Substituting eq128 in eq129, we have $\small c_{max}=l\hbar$ and $\small c_{min}=-l\hbar$ . Therefore, the eigenvalues of $\small \hat{L}_z$ are

$\small c=-l\hbar,-l\hbar+\hbar,-l\hbar+2\hbar,\cdots,l\hbar=-l\hbar,(-l+1)\hbar,(-l+2)\hbar,\cdots,l\hbar$

$\small c=m_l\hbar\; \; \; \; \; \; \; \; 130$

where $\small m_l=-l,-l+1,-l+2,\cdots,l$ .

Substituting $\small c_{min}=-l\hbar$ in eq127,

$\small b=l(l+1)\hbar^{2}\; \; \; \; \; \; \; \; 131$

where $\small l=0,\frac{1}{2},1,\frac{3}{2},\cdots$ .

As mentioned in the previous article, the raising and lowering operators also apply to the spin angular momentum $\small \boldsymbol{\mathit{S}}$ and the total angular momentum $\small \boldsymbol{\mathit{J}}$ . We would therefore expect the eigenvalues of $\small \hat{S}^{2}$ and $\small \hat{S}_z$ to be $\small s(s+1)\hbar^{2}$ and $\small m_s\hbar$ respectively, and the eigenvalues of $\small \hat{J}^{2}$ and $\small \hat{J}_z$ to be $\small j(j+1)\hbar^{2}$ and $\small m_j\hbar$ respectively.

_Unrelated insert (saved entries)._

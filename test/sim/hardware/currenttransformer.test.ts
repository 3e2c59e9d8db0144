import fc from 'fast-check';
import { describe, expect, test } from 'vitest';
import type { TransformerUnit } from '../../../sim/hardware/draw.ts';
import { droopSeconds, saturationHz, Transformer } from '../../../sim/hardware/transformer.ts';
import { cutAt } from './frontcuts.ts';

/** 1000 turns, 10 Ω burden and 40 Ω winding, 1 H: tau = 20 ms; the pole of leakage has 0.16 ns. */
function unitOf(change: Partial<TransformerUnit> = {}): TransformerUnit {
  return {
    turns: 1000, burden_ohm: 10, winding_ohm: 40, magnetising_mH: 1000, saturation_V_ms: null,
    saturatedShare_percent: 1, bandwidth_kHz: 1e6, ...change,
  };
}

const STEP_SECONDS = 1e-4;
/** Lag of the leakage over one step, as a share of any value that decays slower than that: 0.16 ns of 0.1 ms. */
const LEAKAGE = 2e-6;

function played(unit: TransformerUnit, amperes: ArrayLike<number>, stepSeconds = STEP_SECONDS) {
  const transformer = new Transformer(unit, unit, stepSeconds);
  const volts = Float64Array.from(amperes);
  const marks = new Uint8Array(volts.length);
  transformer.process(volts, marks, volts.length);
  return { transformer, marks, readings: volts.map((value) => transformer.readingAmperes(value)) };
}

/** From 0 at point 0 to `amperes` at point 1. */
const stepTo = (amperes: number, count: number): Float64Array =>
  Float64Array.from({ length: count }, (_, n) => (n === 0 ? 0 : amperes));
const sineOf = (amperes: number, hertz: number, count: number, stepSeconds = STEP_SECONDS): Float64Array =>
  Float64Array.from({ length: count }, (_, n) => amperes * Math.sin(2 * Math.PI * hertz * stepSeconds * n));

describe('a transformer without saturation is a first-order high-pass', () => {
  test('shows nothing of a direct current that was always there', () => {
    const { readings } = played(unitOf(), new Float64Array(1000).fill(10));
    // the magnetising current is the current but for one rounding a step
    for (const reading of readings) expect(Math.abs(reading)).toBeLessThan(1e-11);
  });

  test('droops by exp(-t R/L) behind a step', () => {
    const tau = droopSeconds(unitOf());
    expect(tau).toBeCloseTo(1 / 50, 15);
    const { readings } = played(unitOf(), stepTo(10, 1001));
    const r = STEP_SECONDS / tau;
    for (let n = 1; n <= 1000; n++) {
      // the step is a ramp over one grid step: (1 - exp(-r))/r instead of 1 at its end
      const expected = 10 * (-Math.expm1(-r) / r) * Math.exp(-(n - 1) * r);
      expect(Math.abs(readings[n] - expected)).toBeLessThan(10 * LEAKAGE);
    }
  });

  const tried = [0.5, 2, 50 / (2 * Math.PI), 20, 200];
  test.each(tried)('at %s Hz its gain is w tau/sqrt(1 + (w tau)^2), its phase atan(1/(w tau))', (hertz) => {
    const perPeriod = Math.round(1 / (hertz * STEP_SECONDS));
    const exactHertz = 1 / (perPeriod * STEP_SECONDS);
    // 40 tau for the start to decay, then one whole period
    const skip = Math.ceil(0.8 / STEP_SECONDS / perPeriod) * perPeriod;
    const { readings } = played(unitOf(), sineOf(10, exactHertz, skip + perPeriod));
    let inPhase = 0;
    let quadrature = 0;
    for (let n = 0; n < perPeriod; n++) {
      inPhase += (2 / perPeriod) * readings[skip + n] * Math.sin((2 * Math.PI * n) / perPeriod);
      quadrature += (2 / perPeriod) * readings[skip + n] * Math.cos((2 * Math.PI * n) / perPeriod);
    }
    const x = 2 * Math.PI * exactHertz * 0.02;
    const gain = Math.hypot(inPhase, quadrature) / 10;
    const phase = Math.atan2(quadrature, inPhase);
    // straight lines carry sinc^2 = 1 - (pi f h)^2/3 of the sine, and images that fold back no stronger than that
    const lines = (Math.PI * exactHertz * STEP_SECONDS) ** 2 / 3 + LEAKAGE;
    expect(Math.abs(gain - x / Math.hypot(1, x))).toBeLessThan(2 * lines);
    expect(Math.abs(phase - Math.atan(1 / x))).toBeLessThan(2 * lines * Math.max(1, 1 / x));
  });

  test('in the middle of its band the burden has i/N * burden, whatever the winding has', () => {
    for (const winding_ohm of [0, 40, 500]) {
      const unit = unitOf({ winding_ohm, magnetising_mH: 1e8 });
      const transformer = new Transformer(unit, unit, STEP_SECONDS);
      const volts = stepTo(30, 2);
      transformer.process(volts, new Uint8Array(2), 2);
      // one step of 0.1 ms against tau = L/R of 185 s and more
      expect(Math.abs(volts[1] - 0.3)).toBeLessThan(0.3 * (1e-4 / 185 + LEAKAGE));
    }
  });

  test('leakage is one more pole: -3 dB and -45° at its corner', () => {
    const perPeriod = 2000;
    const unit = unitOf({ bandwidth_kHz: 1, magnetising_mH: 1e8 });
    const sine = Float64Array.from({ length: 41 * perPeriod }, (_, n) => Math.sin((2 * Math.PI * n) / perPeriod));
    const { readings } = played(unit, sine, 1 / (1000 * perPeriod));
    const at = 40 * perPeriod;
    // straight lines: (pi/2000)^2/3 = 8e-7; droop over 41 ms of 1e5/50 s: 2e-5
    expect(Math.abs(readings[at + perPeriod / 8])).toBeLessThan(3e-5);
    expect(Math.abs(readings[at + (3 * perPeriod) / 8] - Math.SQRT1_2)).toBeLessThan(3e-5);
  });
});

describe('saturation by volt-seconds', () => {
  test('without droop the core saturates when V t reaches its volt-seconds', () => {
    // 10 A in 1000 turns and 50 Ω: 0.5 V; 30 V·ms last 60 ms, and half a step more for the ramp of the step
    const unit = unitOf({ magnetising_mH: 1e7, saturation_V_ms: 30 });
    const { transformer } = played(unit, stepTo(10, 2000));
    // magnetising current meanwhile: psi/L = 30e-3/1e4 A of 10e-3 A, 0.03 %, twice as long at worst
    const seconds = transformer.pointsToSaturation! * STEP_SECONDS;
    expect(seconds).toBeGreaterThanOrEqual(0.06005);
    expect(seconds).toBeLessThan(0.06005 * 1.0004 + STEP_SECONDS);
  });

  test('with droop after -tau ln(1 - S N/(L i)), then tau falls to the stated share', () => {
    const stepSeconds = 1e-5;
    // 10 A: psi would settle at 10 mWb; S = 6 mWb
    const unit = unitOf({ saturation_V_ms: 6, saturatedShare_percent: 5 });
    const { readings, marks } = played(unit, stepTo(10, 4000), stepSeconds);
    const tau = 0.02;
    const r = stepSeconds / tau;
    // behind the ramp of one step, at t = 0, the magnetising current is 10 A * (1 - (1 - exp(-r))/r)
    const left = -Math.expm1(-r) / r;
    const crossing = stepSeconds + tau * Math.log((10 * left) / (10 - 6));
    for (let n = 1; n < 4000; n++) {
      const seconds = n * stepSeconds;
      const late = seconds - crossing;
      const expected = late < 0 ? 10 * left * Math.exp(-(n - 1) * r) : 4 * Math.exp(-late / (0.05 * tau));
      expect(marks[n] !== 0).toBe(late >= 0);
      // leakage, 0.16 ns, behind the ramp of 10 A in 10 µs at its end, then behind a decay of 4 A in 1 ms
      expect(Math.abs(readings[n] - expected)).toBeLessThan(n === 1 ? 1.6e-4 : 1e-6);
    }
  });

  test('a direct current beyond S N/L that was always there saturates it from the first point', () => {
    const unit = unitOf({ saturation_V_ms: 6 });
    for (const [amperes, saturated] of [[5.99, false], [-5.99, false], [6.01, true], [-6.01, true]] as const) {
      const { transformer, readings } = played(unit, new Float64Array(100).fill(amperes));
      expect(transformer.pointsToSaturation).toBe(saturated ? 0 : null);
      for (const reading of readings) expect(Math.abs(reading)).toBeLessThan(1e-9);
    }
  });

  test('a sine saturates it below the frequency of the closed form and not above', () => {
    const cases = fc.record({
      amperes: fc.double({ min: 7, max: 100, noNaN: true }), saturation: fc.double({ min: 2, max: 5, noNaN: true }),
    });
    fc.assert(fc.property(cases, ({ amperes, saturation }) => {
      const unit = unitOf({ saturation_V_ms: saturation });
      const limitHz = saturationHz(unit, amperes);
      for (const [share, saturates] of [[0.97, true], [1.03, false]] as const) {
        const hertz = limitHz * share;
        // at least 500 points a period; the start has left its offset behind after 0.4 s, 20 tau
        const stepSeconds = Math.min(STEP_SECONDS, 1 / (500 * hertz));
        const skip = Math.ceil(0.4 / stepSeconds);
        const count = skip + Math.ceil(1.1 / (hertz * stepSeconds));
        const { marks } = played(unit, sineOf(amperes, hertz, count, stepSeconds), stepSeconds);
        expect(marks.subarray(skip).some((mark) => mark !== 0)).toBe(saturates);
      }
    }), { numRuns: 25 });
  });

  test('never saturates by a sine whose peak times L stays within S N', () => {
    expect(saturationHz(unitOf({ saturation_V_ms: 6 }), 6)).toBe(0);
    expect(saturationHz(unitOf(), 1e6)).toBe(0);
  });

  test('agrees with the differential equation taken in small steps (Runge-Kutta of fourth order)', () => {
    const unit = unitOf({ saturation_V_ms: 6, saturatedShare_percent: 5 });
    const points = 1500;
    const amperes = Float64Array.from({ length: points }, (_, n) => 40 * Math.sin(n / 60) + 5 * Math.sin(n / 11));
    const { readings } = played(unit, amperes);
    const oracle = rungeKutta(unit, amperes, 400);
    // a kink inside a step of 0.25 µs moves the flux by at most (step)^2/2 * (slope of the slope), in currents of
    // 45 A and a tau of 1 ms: 45 * (2.5e-4)^2/2 = 1.4e-6 A; a few of them within 1 ms; leakage 45 * 0.16 ns/1 ms
    for (let n = 0; n < points; n++) expect(Math.abs(readings[n] - oracle[n])).toBeLessThan(2e-5);
  });
});

/** Readings by d psi/dt = R (i/N - im(psi)), with a current of straight lines between the points, from 0. */
function rungeKutta(unit: TransformerUnit, amperes: Float64Array, parts: number): Float64Array {
  const henries = unit.magnetising_mH * 1e-3;
  const limit = unit.saturation_V_ms! * 1e-3;
  const share = unit.saturatedShare_percent / 100;
  const ohms = unit.burden_ohm + unit.winding_ohm;
  const magnetising = (flux: number): number => {
    const beyond = Math.max(0, Math.abs(flux) - limit);
    return (Math.sign(flux) * (Math.min(Math.abs(flux), limit) + beyond / share)) / henries;
  };
  const h = STEP_SECONDS / parts;
  let flux = 0;
  return amperes.map((to, n) => {
    const from = amperes[Math.max(0, n - 1)];
    for (let part = 0; n > 0 && part < parts; part++) {
      const slope = (at: number, psi: number): number =>
        ohms * ((from + ((to - from) * (part + at)) / parts) / unit.turns - magnetising(psi));
      const k1 = slope(0, flux);
      const k2 = slope(0.5, flux + (h / 2) * k1);
      const k3 = slope(0.5, flux + (h / 2) * k2);
      const k4 = slope(1, flux + h * k3);
      flux += (h / 6) * (k1 + 2 * k2 + 2 * k3 + k4);
    }
    return to - unit.turns * magnetising(flux);
  });
}

const anyUnit = fc.record({
  turns: fc.integer({ min: 1, max: 100_000 }),
  burden_ohm: fc.constantFrom(1e-9, 1, 1e6), winding_ohm: fc.constantFrom(0, 40, 1e6),
  magnetising_mH: fc.constantFrom(1e-6, 1, 1000, 1e9), saturation_V_ms: fc.constantFrom(null, 1e-9, 0.5, 1e9),
  saturatedShare_percent: fc.constantFrom(1e-6, 1, 100), bandwidth_kHz: fc.constantFrom(1e-3, 10, 1e5),
});
const anyAmperes = fc.array(fc.oneof(fc.double({ min: -100, max: 100, noNaN: true }), fc.constantFrom(0, 1e6, -1e6)),
  { minLength: 1, maxLength: 100 });

test('stays finite and odd in the current, at the extremes of its fields', () => {
  fc.assert(fc.property(anyUnit, anyAmperes, (unit, amperes) => {
    const forward = played(unit, amperes);
    const backward = played(unit, amperes.map((value) => -value));
    expect(forward.readings.every(Number.isFinite)).toBe(true);
    expect(backward.readings.map((value) => -value + 0)).toEqual(forward.readings.map((value) => value + 0));
    expect(backward.marks).toEqual(forward.marks);
  }));
});

test('how blocks are cut changes no value', () => {
  const unit = unitOf({ saturation_V_ms: 6, bandwidth_kHz: 2 });
  const amperes = Float64Array.from({ length: 400 }, (_, n) => 40 * Math.sin(n / 20) + 10);
  const whole = cutAt(new Transformer(unit, unit, STEP_SECONDS), amperes, []);
  expect(whole.marks.some((mark) => mark !== 0)).toBe(true);
  fc.assert(fc.property(fc.array(fc.integer({ min: 1, max: 80 }), { maxLength: 20 }), (cuts) => {
    const pieces = cutAt(new Transformer(unit, unit, STEP_SECONDS), amperes, cuts);
    expect(pieces).toEqual(whole);
  }));
});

However, the quantum numbers $\small l$ and $\small m_l$ for the orbital angular momentum $\small \boldsymbol{\mathit{L}}$ , but not the quantum numbers for $\small \boldsymbol{\mathit{S}}$ and $\small \boldsymbol{\mathit{J}}$ , are restricted to integers. Therefore,

$\small \boldsymbol{\mathit{L}}$	$\small m_l\in \mathbb{Z}$	$\small l\in \mathbb{Z}$
$\small \boldsymbol{\mathit{S}}$	$\small m_s=-s,-s+1,-s+2,\cdots,s$	$\small s=0,\frac{1}{2},1,\frac{3}{2},\cdots$
$\small \boldsymbol{\mathit{J}}$	$\small m_j=-j,-j+1,-j+2,\cdots,j$	$\small j=0,\frac{1}{2},1,\frac{3}{2},\cdots$

Question

Why are the quantum numbers for restricted to integers?

Answer

The eigenvalue equation for $\small \hat{L}_z$ (see eq95) is:

$\small \frac{\hbar}{i}\frac{\partial}{\partial\phi}\psi=m_l\hbar\psi$

where $\small \psi=Ae^{im_l\phi}$ .

Since $\small \psi$ must be single-valued,

$\small Ae^{im_l\phi}=Ae^{im_l(\phi+2\pi)}$

$\small e^{im_l2\pi}=1$

$\small cosm_l2\pi + isinm_l2\pi=1$

The solution to the above equation is $\small m_l\in \mathbb{Z}$ . Furthermore, $\small l$ is also an integer because $\small m_l=-l,-l+1,-l+2,\cdots,l$ .

We would arrive at the same results (eq130 and eq131) if we have chosen $\small \hat{L}_x$ or $\small \hat{L}_y$ instead of $\small \hat{L}_z$ . The significance of eq130 and eq131 is that we can simultaneously assign eigenvalues of $\small \hat{L}^{2}$ and $\small \hat{L}_z$ (or $\small \hat{L}^{2}$ and $\small \hat{L}_x$ or $\small \hat{L}^{2}$ and $\small \hat{L}_y$ ) if the 2 operators commute. This, together with the fact that any pair of component angular momentum operators does not commute, implies that we cannot simultaneously specify eigenvalues of $\small \hat{L}^{2}$ and more than one component angular momentum operators.